Et donc, il n’est pas tout à fait vrai que les générations passées se sont tues. Ceux qui ont survécu ont vu trop d’horreur pour continuer à se battre. Nous avons tous ressenti ce sentiment dans nos différentes maisons la nuit du 20-10-2020, et par nos corps ayant absorbé tant d’autres tragédies.

« Jai l’impression que nous vivons le pire des temps », ai-je dit à un ami cher, J, lorsqu’il m’a envoyé un texto pour vérifier si tout allait bien.

« C’est vrai », a-t-il répondu, « Nous le sommes. Chaque jour, je me réveille effrayé ». Il est aux États-Unis pour obtenir son AMF, mais la terreur est la même. « Cest dur. J’ai juste peur qu’une terrible nouvelle m’atteigne. J’ai prié », dit-il.

* * *

L’armée nigériane a nié avoir été au péage cette nuit-là.

Le gouverneur de l’État de Lagos, Babajide Sanwo-Olu, a d’abord déclaré le lendemain matin à la télévision que personne n’était mort. Plus tard, il a reconnu que le gouvernement avait effectivement invité l’armée à « maintenir la paix ».

L’armée a reconnu plus tard, lors d’une des commissions judiciaires mises en place à Lagos pour enquêter sur les meurtres du SARS, qu’elle avait été présente au poste de péage. Ils ont ensuite déclaré qu’ils n’étaient pas en possession de balles réelles et qu’ils n’avaient tiré qu’à blanc. Après que les preuves vidéo et l’analyse médico-légale aient montré qu’ils avaient effectivement tiré des balles réelles, ils ont admis qu’ils avaient été présents avec des balles réelles, mais qu’ils ne les avaient pas utilisées.

Les récits des événements dont nous avons été témoins en direct, dont tant de personnes ont été témoins en chair et en os, ont été niés avec tant de véhémence, tant d’insistance. C’était exaspérant au-delà des mots. Mais je reviens aux notes que j’avais prises au moment où ces choses se produisaient, je reviens à ces notes que j’avais prises pour défendre la nature fugace de la mémoire, et je sais que nous n’avons pas tous simplement évoqué ces moments. Ils nous avaient vraiment tués.

Certains d’entre nous ne s’en remettront jamais. Certains d’entre nous prévoient, quelques semaines plus tard, de retourner dans les rues pour une nouvelle vague de protestations. Parce que l’histoire est cyclique, nous reconnaissons que ceux qui sont au pouvoir utilisent les mêmes tactiques qu’ils ont utilisées pour soumettre nos parents, sur nous. Je crains parfois qu’ils ne réussissent, car il y a des limites à ce qu’un peuple peut absorber.

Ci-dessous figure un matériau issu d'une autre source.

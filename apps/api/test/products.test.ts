import { afterAll, beforeAll, describe, expect, it } from 'vitest';
import { productDetailSchema, productPageSchema, productSchema } from '@millrace/contracts';
import { createTestContext, type TestContext } from './support/test-app';
import { countRows, createMaterial, createProduct, createWorkCenter } from './support/master-data';

let ctx: TestContext;
beforeAll(async () => {
  ctx = await createTestContext();
});
afterAll(async () => ctx?.close());

describe('products: create, read, update, delete', () => {
  it('when a planner creates a product, then 201 with defaults, and every reading role can get it; a floor lead cannot', async () => {
    const planner = await ctx.agentFor('planner');
    const res = await planner.post('/api/products').send({ code: 'CR-1', name: 'Crate', unit: 'pcs', kind: 'finished', price: 120.5 });
    expect(res.status).toBe(201);
    const product = productSchema.strict().parse(res.body);
    expect(product).toMatchObject({ code: 'CR-1', price: 120.5, batchMultiple: 1, holdingCostRatePct: 24, active: true, version: 1, family: null });
    for (const role of ['admin', 'planner', 'supervisor'] as const) {
      const agent = await ctx.agentFor(role);
      const got = await agent.get(`/api/products/${product.id}`);
      expect(got.status).toBe(200);
      expect(productDetailSchema.strict().parse(got.body)).toMatchObject({ code: 'CR-1', bom: [], routing: [] });
    }
    const floor = await ctx.agentFor('floor_lead');
    expect((await floor.get(`/api/products/${product.id}`)).status).toBe(403);
    expect((await floor.get('/api/products')).status).toBe(403);
  });

  it('when a supervisor or admin tries to write a product, then 403 and nothing is saved', async () => {
    const before = await countRows(ctx.dataSource, 'product');
    for (const role of ['admin', 'supervisor', 'floor_lead'] as const) {
      const agent = await ctx.agentFor(role);
      const res = await agent.post('/api/products').send({ code: `X-${role}`, name: 'X', unit: 'pcs', kind: 'finished' });
      expect(res.status).toBe(403);
    }
    expect(await countRows(ctx.dataSource, 'product')).toBe(before);
  });

  it('when the body has bad and unknown fields, then 400 naming each field path', async () => {
    const planner = await ctx.agentFor('planner');
    const res = await planner.post('/api/products').send({ code: 'has space', name: '', unit: 'pcs', kind: 'gadget', price: -1, colour: 'red' });
    expect(res.status).toBe(400);
    expect(res.body.error.code).toBe('validation_failed');
    const paths = res.body.error.fields.map((f: { path: string }) => f.path).sort();
    expect(paths).toEqual(['code', 'colour', 'kind', 'name', 'price']);
  });

  it('when a code is already used, then 409 on the code field', async () => {
    const planner = await ctx.agentFor('planner');
    await createProduct(planner, { code: 'DUP-1' });
    const res = await planner.post('/api/products').send({ code: 'DUP-1', name: 'Twin', unit: 'pcs', kind: 'finished' });
    expect(res.status).toBe(409);
    expect(res.body.error.fields).toEqual([{ path: 'code', message: expect.stringContaining('DUP-1') }]);
  });

  it('when two planners create the same code at the same moment, then one gets 201 and the other 409, never 500', async () => {
    const [a, b] = await Promise.all([ctx.agentFor('planner'), ctx.agentFor('planner')]);
    const results = await Promise.all([a, b].map((agent) => agent.post('/api/products').send({ code: 'RACE-1', name: 'Race', unit: 'pcs', kind: 'finished' })));
    expect(results.map((r) => r.status).sort()).toEqual([201, 409]);
  });

  it('when two planners edit the same version, then the second gets 409 with the reload sentence and the first change stays', async () => {
    const planner = await ctx.agentFor('planner');
    const p = await createProduct(planner, { code: 'LOCK-1', price: 10 });
    const first = await planner.patch(`/api/products/${p.id}`).send({ price: 11, version: p.version });
    expect(first.status).toBe(200);
    expect(first.body).toMatchObject({ price: 11, version: p.version + 1 });
    const second = await planner.patch(`/api/products/${p.id}`).send({ price: 99, version: p.version });
    expect(second.status).toBe(409);
    expect(second.body.error).toMatchObject({
      code: 'conflict',
      message: 'Someone else changed product LOCK-1 since you opened it; reload to see their change.',
    });
    expect((await planner.get(`/api/products/${p.id}`)).body.price).toBe(11);
  });

  it('when a product id does not exist, then 404; when the id is not a number, then 400 on params.id', async () => {
    const planner = await ctx.agentFor('planner');
    expect((await planner.get('/api/products/999999')).status).toBe(404);
    const bad = await planner.get('/api/products/abc');
    expect(bad.status).toBe(400);
    expect(bad.body.error.fields[0].path).toBe('params.id');
  });

  it('when a product is unused, then delete answers 204; a stale version on delete answers 409', async () => {
    const planner = await ctx.agentFor('planner');
    const p = await createProduct(planner, { code: 'DEL-1' });
    expect((await planner.delete(`/api/products/${p.id}?version=${p.version + 5}`)).status).toBe(409);
    expect((await planner.delete(`/api/products/${p.id}?version=${p.version}`)).status).toBe(204);
    expect((await planner.get(`/api/products/${p.id}`)).status).toBe(404);
  });
});

describe('products: list with paging, filter and sort', () => {
  it('when listing with q, kind, sort and page size, then the page, the total and the order follow the query', async () => {
    const planner = await ctx.agentFor('planner');
    for (const code of ['LST-C', 'LST-A', 'LST-B']) await createProduct(planner, { code, kind: 'subassembly', name: `Listed ${code}` });
    const res = await planner.get('/api/products?q=LST-&kind=subassembly&sort=code&dir=desc&pageSize=2&page=1');
    expect(res.status).toBe(200);
    const page = productPageSchema.parse(res.body);
    expect(page.total).toBe(3);
    expect(page.items.map((p) => p.code)).toEqual(['LST-C', 'LST-B']);
    const next = productPageSchema.parse((await planner.get('/api/products?q=LST-&kind=subassembly&sort=code&dir=desc&pageSize=2&page=2')).body);
    expect(next.items.map((p) => p.code)).toEqual(['LST-A']);
  });

  it('when the list query has an unknown sort or field, then 400 naming query.sort and query.colour', async () => {
    const planner = await ctx.agentFor('planner');
    const res = await planner.get('/api/products?sort=colour&colour=red&pageSize=0');
    expect(res.status).toBe(400);
    expect(res.body.error.fields.map((f: { path: string }) => f.path).sort()).toEqual(['query.colour', 'query.pageSize', 'query.sort']);
  });
});

describe('products: bill of materials and routing', () => {
  it('when a planner saves a BOM and a routing, then the detail shows them in order and each save moves the version on', async () => {
    const planner = await ctx.agentFor('planner');
    const wc = await createWorkCenter(planner, { code: 'SAW-T' });
    const board = await createMaterial(planner, { code: 'BOARD-T', unit: 'm2' });
    const frame = await createProduct(planner, { code: 'FRAME-T', kind: 'subassembly' });
    const box = await createProduct(planner, { code: 'BOX-T' });

    const bom = await planner.put(`/api/products/${box.id}/bom`).send({
      version: box.version,
      lines: [
        { componentProductId: frame.id, qtyPer: 2 },
        { materialId: board.id, qtyPer: 0.75, scrapPct: 5 },
      ],
    });
    expect(bom.status, JSON.stringify(bom.body)).toBe(200);
    const afterBom = productDetailSchema.parse(bom.body);
    expect(afterBom.version).toBe(box.version + 1);
    expect(afterBom.bom.map((l) => [l.componentProductCode ?? l.materialCode, l.qtyPer, l.scrapPct, l.unit])).toEqual([
      ['FRAME-T', 2, 0, 'pcs'],
      ['BOARD-T', 0.75, 5, 'm2'],
    ]);

    const routing = await planner.put(`/api/products/${box.id}/routing`).send({
      version: afterBom.version,
      steps: [
        { sequence: 20, workCenterId: wc.id, hoursPerUnit: 0.25, setupHours: 1 },
        { sequence: 10, workCenterId: wc.id, hoursPerUnit: 0.5 },
      ],
    });
    expect(routing.status, JSON.stringify(routing.body)).toBe(200);
    const afterRouting = productDetailSchema.parse(routing.body);
    expect(afterRouting.routing.map((s) => [s.sequence, s.workCenterCode, s.hoursPerUnit, s.setupHours])).toEqual([
      [10, 'SAW-T', 0.5, 0],
      [20, 'SAW-T', 0.25, 1],
    ]);

    const stale = await planner.put(`/api/products/${box.id}/bom`).send({ version: afterBom.version, lines: [] });
    expect(stale.status).toBe(409);
    expect((await planner.get(`/api/products/${box.id}`)).body.bom).toHaveLength(2);
  });

  it('when a BOM line names both or neither component, an unknown id, or the parent itself, then 400 with each line path and nothing changes', async () => {
    const planner = await ctx.agentFor('planner');
    const m = await createMaterial(planner, { code: 'M-BAD' });
    const p = await createProduct(planner, { code: 'P-BAD' });
    const before = await countRows(ctx.dataSource, 'bom_line');
    const shape = await planner.put(`/api/products/${p.id}/bom`).send({
      version: p.version,
      lines: [{ componentProductId: p.id, materialId: m.id, qtyPer: 1 }, { qtyPer: 1 }, { materialId: m.id, qtyPer: 0 }],
    });
    expect(shape.status).toBe(400);
    expect(shape.body.error.fields.map((f: { path: string }) => f.path)).toEqual(
      expect.arrayContaining(['lines.0.componentProductId', 'lines.1.componentProductId', 'lines.2.qtyPer']),
    );
    const refs = await planner.put(`/api/products/${p.id}/bom`).send({
      version: p.version,
      lines: [{ componentProductId: p.id, qtyPer: 1 }, { materialId: 987654, qtyPer: 1 }],
    });
    expect(refs.status).toBe(400);
    expect(refs.body.error.fields).toEqual([
      { path: 'lines.0.componentProductId', message: 'P-BAD cannot be a component of itself.' },
      { path: 'lines.1.materialId', message: 'There is no material with id 987654.' },
    ]);
    expect(await countRows(ctx.dataSource, 'bom_line')).toBe(before);
  });

  it('when a BOM would close a cycle through other products in the database, then 422 naming the cycle path and nothing changes', async () => {
    const planner = await ctx.agentFor('planner');
    const a = await createProduct(planner, { code: 'CYC-A' });
    const b = await createProduct(planner, { code: 'CYC-B', kind: 'subassembly' });
    const c = await createProduct(planner, { code: 'CYC-C', kind: 'subassembly' });
    expect((await planner.put(`/api/products/${a.id}/bom`).send({ version: a.version, lines: [{ componentProductId: b.id, qtyPer: 1 }] })).status).toBe(200);
    expect((await planner.put(`/api/products/${b.id}/bom`).send({ version: b.version, lines: [{ componentProductId: c.id, qtyPer: 1 }] })).status).toBe(200);
    const before = await countRows(ctx.dataSource, 'bom_line');
    const res = await planner.put(`/api/products/${c.id}/bom`).send({ version: c.version, lines: [{ componentProductId: a.id, qtyPer: 1 }] });
    expect(res.status).toBe(422);
    expect(res.body.error.code).toBe('unprocessable');
    expect(res.body.error.message).toContain('CYC-C → CYC-A → CYC-B → CYC-C');
    expect(res.body.error.issues).toEqual([{ item: 'CYC-C', message: 'Cycle in the bill of materials: CYC-C → CYC-A → CYC-B → CYC-C.' }]);
    expect(await countRows(ctx.dataSource, 'bom_line')).toBe(before);
    expect((await planner.get(`/api/products/${c.id}`)).body.version).toBe(c.version);
  });

  it('when a routing repeats a sequence or names an unknown work center, then 400 on those steps', async () => {
    const planner = await ctx.agentFor('planner');
    const wc = await createWorkCenter(planner, { code: 'RT-WC' });
    const p = await createProduct(planner, { code: 'RT-P' });
    const dup = await planner.put(`/api/products/${p.id}/routing`).send({
      version: p.version,
      steps: [{ sequence: 10, workCenterId: wc.id, hoursPerUnit: 1 }, { sequence: 10, workCenterId: wc.id, hoursPerUnit: 1 }],
    });
    expect(dup.status).toBe(400);
    expect(dup.body.error.fields).toEqual([{ path: 'steps.1.sequence', message: 'Sequence 10 is used twice.' }]);
    const unknown = await planner.put(`/api/products/${p.id}/routing`).send({ version: p.version, steps: [{ sequence: 10, workCenterId: 424242, hoursPerUnit: 1 }] });
    expect(unknown.status).toBe(400);
    expect(unknown.body.error.fields).toEqual([{ path: 'steps.0.workCenterId', message: 'There is no work center with id 424242.' }]);
  });

  it('when a product is still a component of another BOM or has demand, then delete answers 409 naming the referrers', async () => {
    const planner = await ctx.agentFor('planner');
    const part = await createProduct(planner, { code: 'USED-PART', kind: 'subassembly' });
    const parent = await createProduct(planner, { code: 'USED-PARENT' });
    await planner.put(`/api/products/${parent.id}/bom`).send({ version: parent.version, lines: [{ componentProductId: part.id, qtyPer: 1 }] });
    const res = await planner.delete(`/api/products/${part.id}`);
    expect(res.status).toBe(409);
    expect(res.body.error.message).toBe(
      'Product USED-PART cannot be deleted: it is still used by the bill of materials of USED-PARENT. Remove those first.',
    );
    expect((await planner.get(`/api/products/${part.id}`)).status).toBe(200);
  });
});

Mais si une génération a fourni de manière désintéressée de la nourriture gratuite lors des manifestations tous les jours pendant deux semaines, a collecté 145 millions de Naira en dons en deux semaines, a mis en place une infrastructure juridique pour sauver les manifestants détenus illégalement, a fourni des imperméables aux manifestants lorsqu’il a commencé à pleuvoir, a mobilisé des ambulances privées au péage de Lekki après les tirs pour sauver les blessés, si une génération est restée assise à chanter l’hymne national alors même que les coups de feu se sont fait entendre au loin, alors peut-être, peut-être, cette génération n’est pas brisable.